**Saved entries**

=-=-=

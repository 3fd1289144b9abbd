"""Harmonics are doubled until the frequency of a unit stands still, or a cap is reached."""

from __future__ import annotations

from collections.abc import Iterator
from dataclasses import dataclass

import numpy as np
from numpy.typing import NDArray

from yieldosc.settle.balance import Wave, balance, orders_up_to, samples_for
from yieldosc.settle.limiter import Limiter
from yieldosc.settle.transfer import Response

Array = NDArray[np.float64]
Mask = NDArray[np.bool_]
TOLERANCE = 20e-6
FIRST_COUNT = 3
CLIMB_STEPS = 12
LEAST_COUNT = 7
ACCIDENT = 20.0  # moves fall four- to tenfold with each doubling
MOST_ODD, MOST_ALL = 127, 63
CHUNK_NUMBERS = 250_000  # of the Jacobians of one chunk of units: they stay in the cache


@dataclass(frozen=True, slots=True)
class Refined:
    """Per unit: ln(ω/ω_1), the harmonics X_n at the limiter's input, the highest harmonic balanced, and two flags.

    A unit that does not converge keeps its last converged wave, and tries again with more harmonics from there.
    """

    shift: Array
    x: NDArray[np.complex128]  # (n, most + 1) by order, zero above `highest`
    highest: NDArray[np.int64]
    converged: Mask
    capped: Mask


def refine(
    limiter: Limiter,
    network: Response,
    excess: Array,
    skew: Array,
    *,
    even: bool,
    tolerance: float = TOLERANCE,
    most: int | None = None,
) -> Refined:
    """Balance n units whose excess gain is above 1; `network` is normalised to their zero-phase frequency.

    even: even harmonics arise; tolerance: relative move of the frequency on doubling; most: cap on the harmonics.
    """
    odd = not even
    cap = most or (MOST_ODD if odd else MOST_ALL)
    n = len(excess)
    level = limiter.first_amplitude(excess)
    out = _sinusoids(level, cap)
    rows = np.arange(n)
    moved_before = np.full(n, np.inf)
    for count in _counts(cap):
        orders = orders_up_to(count, odd=odd, mean=not limiter.mean_fixed)
        points = samples_for(count, limiter, level)
        before = out.shift.copy()
        _balanced(limiter, network, skew, rows, orders, points, out)
        if count == FIRST_COUNT:
            _climb(limiter, network, excess, skew, np.flatnonzero(~out.converged), orders, points, out)
            rows = np.flatnonzero(out.converged)  # a unit that even this does not find is given up
        moved = np.abs(out.shift - before)
        # two unlike waves may agree by accident: a small move counts after one that was not large
        calm = out.converged & (moved <= tolerance) & (moved_before <= ACCIDENT * tolerance)
        still = calm[rows] & (count > LEAST_COUNT)
        moved_before = moved
        out.capped[rows] = ~still & (count >= cap)
        rows = rows[~still]
        if not rows.size:
            break
    return out


def _sinusoids(level: Array, cap: int) -> Refined:
    n = len(level)
    x = np.zeros((n, cap + 1), dtype=np.complex128)
    x[:, 1] = level
    return Refined(np.zeros(n), x, np.ones(n, dtype=np.int64), np.zeros(n, dtype=bool), np.zeros(n, dtype=bool))


def _climb(
    limiter: Limiter,
    network: Response,
    excess: Array,
    skew: Array,
    rows: NDArray[np.intp],
    orders: NDArray[np.int64],
    points: NDArray[np.int64],
    out: Refined,
) -> None:
    """Units that the describing function leads nowhere: follow the wave up from a gain where it is a sinusoid."""
    if not rows.size:
        return
    last: Array = np.ones(len(rows))
    out.x[rows] = 0.0
    for step in range(1, CLIMB_STEPS + 1):
        now = excess[rows] ** (step / CLIMB_STEPS)
        amplitude = limiter.first_amplitude(now)
        if step == 1:
            out.x[rows, 1] = amplitude
        else:
            out.x[rows] *= (amplitude / limiter.first_amplitude(last))[:, None]
        weaker = network.take(rows).with_gain(now / excess[rows])
        part = Refined(*(getattr(out, name)[rows] for name in Refined.__slots__))
        _balanced(limiter, weaker, skew[rows], np.arange(len(rows)), orders, points[rows], part)
        for name in Refined.__slots__:
            getattr(out, name)[rows] = getattr(part, name)
        last = now


def _counts(cap: int) -> Iterator[int]:
    count = FIRST_COUNT
    while count < cap:
        yield count
        count = 2 * count + 1
    yield cap


def _balanced(
    limiter: Limiter,
    network: Response,
    skew: Array,
    rows: NDArray[np.intp],
    orders: NDArray[np.int64],
    points: NDArray[np.int64],
    out: Refined,
) -> None:
    """One refinement of some units, written into `out`; in chunks that keep the Jacobians small."""
    size = max(1, CHUNK_NUMBERS // (2 * len(orders)) ** 2)
    for count in np.unique(points[rows]):
        alike = rows[points[rows] == count]
        for begin in range(0, len(alike), size):
            part = alike[begin : begin + size]
            start = Wave(out.shift[part], out.x[part][:, orders], orders, out.converged[part])
            found = balance(limiter, network.take(part), start, skew[part], int(count))
            good = part[found.converged]
            out.shift[good] = found.shift[found.converged]
            out.x[good[:, None], orders[None, :]] = found.x[found.converged]
            out.highest[good] = orders[-1]
            out.converged[part] = found.converged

=-=-=

**Task directions**
All the records above need to be restated exactly, line by line.

**Answer below**
repository 3fd1289144b9abbd
"""Harmonics are doubled until the frequency of a unit stands still, or a cap is reached."""

from __future__ import annotations

from collections.abc import Iterator
from dataclasses import dataclass

import numpy as np
from numpy.typing import NDArray

from yieldosc.settle.balance import Wave, balance, orders_up_to, samples_for
from yieldosc.settle.limiter import Limiter
from yieldosc.settle.transfer import Response

Array = NDArray[np.float64]
Mask = NDArray[np.bool_]
TOLERANCE = 20e-6
FIRST_COUNT = 3
CLIMB_STEPS = 12
LEAST_COUNT = 7
ACCIDENT = 20.0  # moves fall four- to tenfold with each doubling
MOST_ODD, MOST_ALL = 127, 63
CHUNK_NUMBERS = 250_000  # of the Jacobians of one chunk of units: they stay in the cache


@dataclass(frozen=True, slots=True)
class Refined:
    """Per unit: ln(ω/ω_1), the harmonics X_n at the limiter's input, the highest harmonic balanced, and two flags.

    A unit that does not converge keeps its last converged wave, and tries again with more harmonics from there.
    """

    shift: Array
    x: NDArray[np.complex128]  # (n, most + 1) by order, zero above `highest`
    highest: NDArray[np.int64]
    converged: Mask
    capped: Mask


def refine(
    limiter: Limiter,
    network: Response,
    excess: Array,
    skew: Array,
    *,
    even: bool,
    tolerance: float = TOLERANCE,
    most: int | None = None,
) -> Refined:
    """Balance n units whose excess gain is above 1; `network` is normalised to their zero-phase frequency.

    even: even harmonics arise; tolerance: relative move of the frequency on doubling; most: cap on the harmonics.
    """
    odd = not even
    cap = most or (MOST_ODD if odd else MOST_ALL)
    n = len(excess)
    level = limiter.first_amplitude(excess)
    out = _sinusoids(level, cap)
    rows = np.arange(n)
    moved_before = np.full(n, np.inf)
    for count in _counts(cap):
        orders = orders_up_to(count, odd=odd, mean=not limiter.mean_fixed)
        points = samples_for(count, limiter, level)
        before = out.shift.copy()
        _balanced(limiter, network, skew, rows, orders, points, out)
        if count == FIRST_COUNT:
            _climb(limiter, network, excess, skew, np.flatnonzero(~out.converged), orders, points, out)
            rows = np.flatnonzero(out.converged)  # a unit that even this does not find is given up
        moved = np.abs(out.shift - before)
        # two unlike waves may agree by accident: a small move counts after one that was not large
        calm = out.converged & (moved <= tolerance) & (moved_before <= ACCIDENT * tolerance)
        still = calm[rows] & (count > LEAST_COUNT)
        moved_before = moved
        out.capped[rows] = ~still & (count >= cap)
        rows = rows[~still]
        if not rows.size:
            break
    return out


def _sinusoids(level: Array, cap: int) -> Refined:
    n = len(level)
    x = np.zeros((n, cap + 1), dtype=np.complex128)
    x[:, 1] = level
    return Refined(np.zeros(n), x, np.ones(n, dtype=np.int64), np.zeros(n, dtype=bool), np.zeros(n, dtype=bool))


def _climb(
    limiter: Limiter,
    network: Response,
    excess: Array,
    skew: Array,
    rows: NDArray[np.intp],
    orders: NDArray[np.int64],
    points: NDArray[np.int64],
    out: Refined,
) -> None:
    """Units that the describing function leads nowhere: follow the wave up from a gain where it is a sinusoid."""
    if not rows.size:
        return
    last: Array = np.ones(len(rows))
    out.x[rows] = 0.0
    for step in range(1, CLIMB_STEPS + 1):
        now = excess[rows] ** (step / CLIMB_STEPS)
        amplitude = limiter.first_amplitude(now)
        if step == 1:
            out.x[rows, 1] = amplitude
        else:
            out.x[rows] *= (amplitude / limiter.first_amplitude(last))[:, None]
        weaker = network.take(rows).with_gain(now / excess[rows])
        part = Refined(*(getattr(out, name)[rows] for name in Refined.__slots__))
        _balanced(limiter, weaker, skew[rows], np.arange(len(rows)), orders, points[rows], part)
        for name in Refined.__slots__:
            getattr(out, name)[rows] = getattr(part, name)
        last = now


def _counts(cap: int) -> Iterator[int]:
    count = FIRST_COUNT
    while count < cap:
        yield count
        count = 2 * count + 1
    yield cap


def _balanced(
    limiter: Limiter,
    network: Response,
    skew: Array,
    rows: NDArray[np.intp],
    orders: NDArray[np.int64],
    points: NDArray[np.int64],
    out: Refined,
) -> None:
    """One refinement of some units, written into `out`; in chunks that keep the Jacobians small."""
    size = max(1, CHUNK_NUMBERS // (2 * len(orders)) ** 2)
    for count in np.unique(points[rows]):
        alike = rows[points[rows] == count]
        for begin in range(0, len(alike), size):
            part = alike[begin : begin + size]
            start = Wave(out.shift[part], out.x[part][:, orders], orders, out.converged[part])
            found = balance(limiter, network.take(part), start, skew[part], int(count))
            good = part[found.converged]
            out.shift[good] = found.shift[found.converged]
            out.x[good[:, None], orders[None, :]] = found.x[found.converged]
            out.highest[good] = orders[-1]
            out.converged[part] = found.converged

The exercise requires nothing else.